> [TASK REQUIREMENTS] Scan the data below. Pull out each line where "DateSplit" occurs.

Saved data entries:
*** Block opens ***
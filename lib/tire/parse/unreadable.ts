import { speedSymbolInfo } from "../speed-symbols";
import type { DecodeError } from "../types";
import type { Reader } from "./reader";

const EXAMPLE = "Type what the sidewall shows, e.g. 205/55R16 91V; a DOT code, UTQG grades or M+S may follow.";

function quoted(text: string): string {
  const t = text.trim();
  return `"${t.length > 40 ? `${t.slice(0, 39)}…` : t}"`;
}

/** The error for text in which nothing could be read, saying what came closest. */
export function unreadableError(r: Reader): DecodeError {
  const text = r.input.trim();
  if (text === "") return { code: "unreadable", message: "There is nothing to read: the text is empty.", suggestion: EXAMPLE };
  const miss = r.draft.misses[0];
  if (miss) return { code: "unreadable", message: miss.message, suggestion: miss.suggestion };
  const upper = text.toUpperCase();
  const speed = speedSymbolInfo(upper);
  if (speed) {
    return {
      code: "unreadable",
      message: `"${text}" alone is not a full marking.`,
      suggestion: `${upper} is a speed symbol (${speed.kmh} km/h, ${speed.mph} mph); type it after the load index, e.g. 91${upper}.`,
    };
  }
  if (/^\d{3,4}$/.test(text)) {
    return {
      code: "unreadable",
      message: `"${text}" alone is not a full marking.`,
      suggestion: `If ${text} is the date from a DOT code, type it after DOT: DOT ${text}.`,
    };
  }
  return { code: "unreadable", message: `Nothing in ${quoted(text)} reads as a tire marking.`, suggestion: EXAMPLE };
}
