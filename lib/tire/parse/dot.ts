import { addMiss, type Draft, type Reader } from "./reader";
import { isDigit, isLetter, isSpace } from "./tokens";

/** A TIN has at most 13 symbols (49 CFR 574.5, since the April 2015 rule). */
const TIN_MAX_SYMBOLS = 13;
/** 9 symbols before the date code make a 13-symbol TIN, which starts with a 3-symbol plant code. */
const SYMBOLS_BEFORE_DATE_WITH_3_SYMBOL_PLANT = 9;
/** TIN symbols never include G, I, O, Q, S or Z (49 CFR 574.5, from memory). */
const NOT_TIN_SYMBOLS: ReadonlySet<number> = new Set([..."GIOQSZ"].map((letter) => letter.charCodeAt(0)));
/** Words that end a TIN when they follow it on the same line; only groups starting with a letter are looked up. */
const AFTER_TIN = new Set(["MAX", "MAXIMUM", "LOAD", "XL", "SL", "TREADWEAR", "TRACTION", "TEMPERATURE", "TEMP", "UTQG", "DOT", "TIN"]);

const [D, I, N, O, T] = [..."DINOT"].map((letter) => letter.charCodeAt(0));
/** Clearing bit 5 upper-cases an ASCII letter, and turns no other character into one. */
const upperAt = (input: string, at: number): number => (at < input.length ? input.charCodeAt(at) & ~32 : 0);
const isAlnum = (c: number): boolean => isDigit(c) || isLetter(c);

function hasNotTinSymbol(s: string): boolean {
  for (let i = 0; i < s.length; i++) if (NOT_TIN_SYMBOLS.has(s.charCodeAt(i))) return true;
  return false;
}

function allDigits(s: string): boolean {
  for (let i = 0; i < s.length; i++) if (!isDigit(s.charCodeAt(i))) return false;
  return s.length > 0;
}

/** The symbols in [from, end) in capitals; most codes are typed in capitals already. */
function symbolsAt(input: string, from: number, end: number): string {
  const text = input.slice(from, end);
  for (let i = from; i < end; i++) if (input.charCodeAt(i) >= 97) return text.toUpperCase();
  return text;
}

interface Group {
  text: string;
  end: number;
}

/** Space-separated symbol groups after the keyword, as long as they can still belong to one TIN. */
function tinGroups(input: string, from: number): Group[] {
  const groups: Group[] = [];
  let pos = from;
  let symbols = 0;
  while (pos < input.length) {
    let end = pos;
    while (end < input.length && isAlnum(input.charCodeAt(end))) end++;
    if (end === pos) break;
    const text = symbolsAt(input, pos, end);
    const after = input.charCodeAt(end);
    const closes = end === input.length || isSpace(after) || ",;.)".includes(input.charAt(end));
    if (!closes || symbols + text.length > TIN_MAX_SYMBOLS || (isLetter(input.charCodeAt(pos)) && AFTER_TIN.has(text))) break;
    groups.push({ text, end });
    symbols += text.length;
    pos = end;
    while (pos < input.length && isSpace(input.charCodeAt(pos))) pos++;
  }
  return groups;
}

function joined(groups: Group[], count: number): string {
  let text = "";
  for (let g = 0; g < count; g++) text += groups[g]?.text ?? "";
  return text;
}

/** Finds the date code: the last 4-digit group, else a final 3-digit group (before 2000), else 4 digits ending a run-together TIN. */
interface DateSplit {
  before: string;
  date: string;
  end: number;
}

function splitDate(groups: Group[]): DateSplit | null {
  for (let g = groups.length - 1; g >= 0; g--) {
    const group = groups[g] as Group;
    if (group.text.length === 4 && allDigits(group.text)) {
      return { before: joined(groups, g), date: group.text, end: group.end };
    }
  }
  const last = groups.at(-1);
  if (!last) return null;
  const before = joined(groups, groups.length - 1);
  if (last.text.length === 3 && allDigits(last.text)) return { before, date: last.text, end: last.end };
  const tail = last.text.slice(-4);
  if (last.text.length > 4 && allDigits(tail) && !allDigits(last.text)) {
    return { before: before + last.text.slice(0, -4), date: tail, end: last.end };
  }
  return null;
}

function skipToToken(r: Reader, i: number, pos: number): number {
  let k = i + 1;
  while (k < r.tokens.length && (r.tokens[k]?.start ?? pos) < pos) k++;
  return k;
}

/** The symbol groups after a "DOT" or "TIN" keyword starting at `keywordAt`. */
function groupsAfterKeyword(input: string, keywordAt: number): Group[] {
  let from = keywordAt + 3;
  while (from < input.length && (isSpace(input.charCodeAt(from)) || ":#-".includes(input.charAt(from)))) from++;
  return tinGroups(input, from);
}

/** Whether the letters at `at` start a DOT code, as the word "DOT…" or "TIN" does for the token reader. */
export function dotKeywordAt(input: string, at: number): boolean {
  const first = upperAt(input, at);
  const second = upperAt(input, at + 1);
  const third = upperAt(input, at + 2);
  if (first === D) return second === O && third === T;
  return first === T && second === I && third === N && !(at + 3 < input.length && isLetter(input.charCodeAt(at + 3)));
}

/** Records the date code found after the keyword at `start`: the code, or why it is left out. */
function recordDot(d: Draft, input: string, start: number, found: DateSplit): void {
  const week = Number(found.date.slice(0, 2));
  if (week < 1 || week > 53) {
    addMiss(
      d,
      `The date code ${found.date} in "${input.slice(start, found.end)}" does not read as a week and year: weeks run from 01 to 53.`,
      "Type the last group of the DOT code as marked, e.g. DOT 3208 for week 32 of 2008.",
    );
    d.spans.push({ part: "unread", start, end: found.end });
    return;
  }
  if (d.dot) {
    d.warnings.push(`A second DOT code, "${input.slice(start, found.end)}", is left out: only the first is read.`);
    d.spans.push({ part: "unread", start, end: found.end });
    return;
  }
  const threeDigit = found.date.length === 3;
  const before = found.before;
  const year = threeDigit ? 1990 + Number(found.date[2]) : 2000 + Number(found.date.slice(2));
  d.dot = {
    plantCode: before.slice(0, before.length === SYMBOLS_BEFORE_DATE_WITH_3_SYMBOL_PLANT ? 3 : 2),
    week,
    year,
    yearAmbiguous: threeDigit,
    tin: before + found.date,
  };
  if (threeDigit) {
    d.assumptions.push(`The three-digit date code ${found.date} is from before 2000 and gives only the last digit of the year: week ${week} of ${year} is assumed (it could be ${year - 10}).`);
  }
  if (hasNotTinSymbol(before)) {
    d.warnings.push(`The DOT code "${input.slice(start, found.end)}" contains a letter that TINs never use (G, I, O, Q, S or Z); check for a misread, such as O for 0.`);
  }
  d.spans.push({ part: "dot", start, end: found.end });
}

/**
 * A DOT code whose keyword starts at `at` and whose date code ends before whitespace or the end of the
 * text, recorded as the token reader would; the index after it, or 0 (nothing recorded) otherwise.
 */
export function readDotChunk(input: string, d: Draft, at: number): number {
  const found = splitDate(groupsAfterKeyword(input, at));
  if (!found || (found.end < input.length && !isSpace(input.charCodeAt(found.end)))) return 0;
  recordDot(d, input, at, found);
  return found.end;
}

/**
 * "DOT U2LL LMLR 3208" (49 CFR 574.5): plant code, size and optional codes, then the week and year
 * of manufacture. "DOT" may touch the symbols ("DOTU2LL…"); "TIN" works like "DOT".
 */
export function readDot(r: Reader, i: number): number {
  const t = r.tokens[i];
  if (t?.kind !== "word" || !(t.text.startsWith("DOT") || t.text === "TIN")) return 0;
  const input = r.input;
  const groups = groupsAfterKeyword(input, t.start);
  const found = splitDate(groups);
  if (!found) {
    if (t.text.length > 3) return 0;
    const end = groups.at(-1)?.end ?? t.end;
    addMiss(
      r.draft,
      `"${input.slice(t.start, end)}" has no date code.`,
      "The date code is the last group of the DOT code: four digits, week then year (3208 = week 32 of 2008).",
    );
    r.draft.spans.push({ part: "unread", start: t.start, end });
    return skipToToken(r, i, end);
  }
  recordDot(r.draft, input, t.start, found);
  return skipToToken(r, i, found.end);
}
*** Block closes ***
> [RESULT FOR THIS EXERCISE]
interface DateSplit {
function splitDate(groups: Group[]): DateSplit | null {
function recordDot(d: Draft, input: string, start: number, found: DateSplit): void {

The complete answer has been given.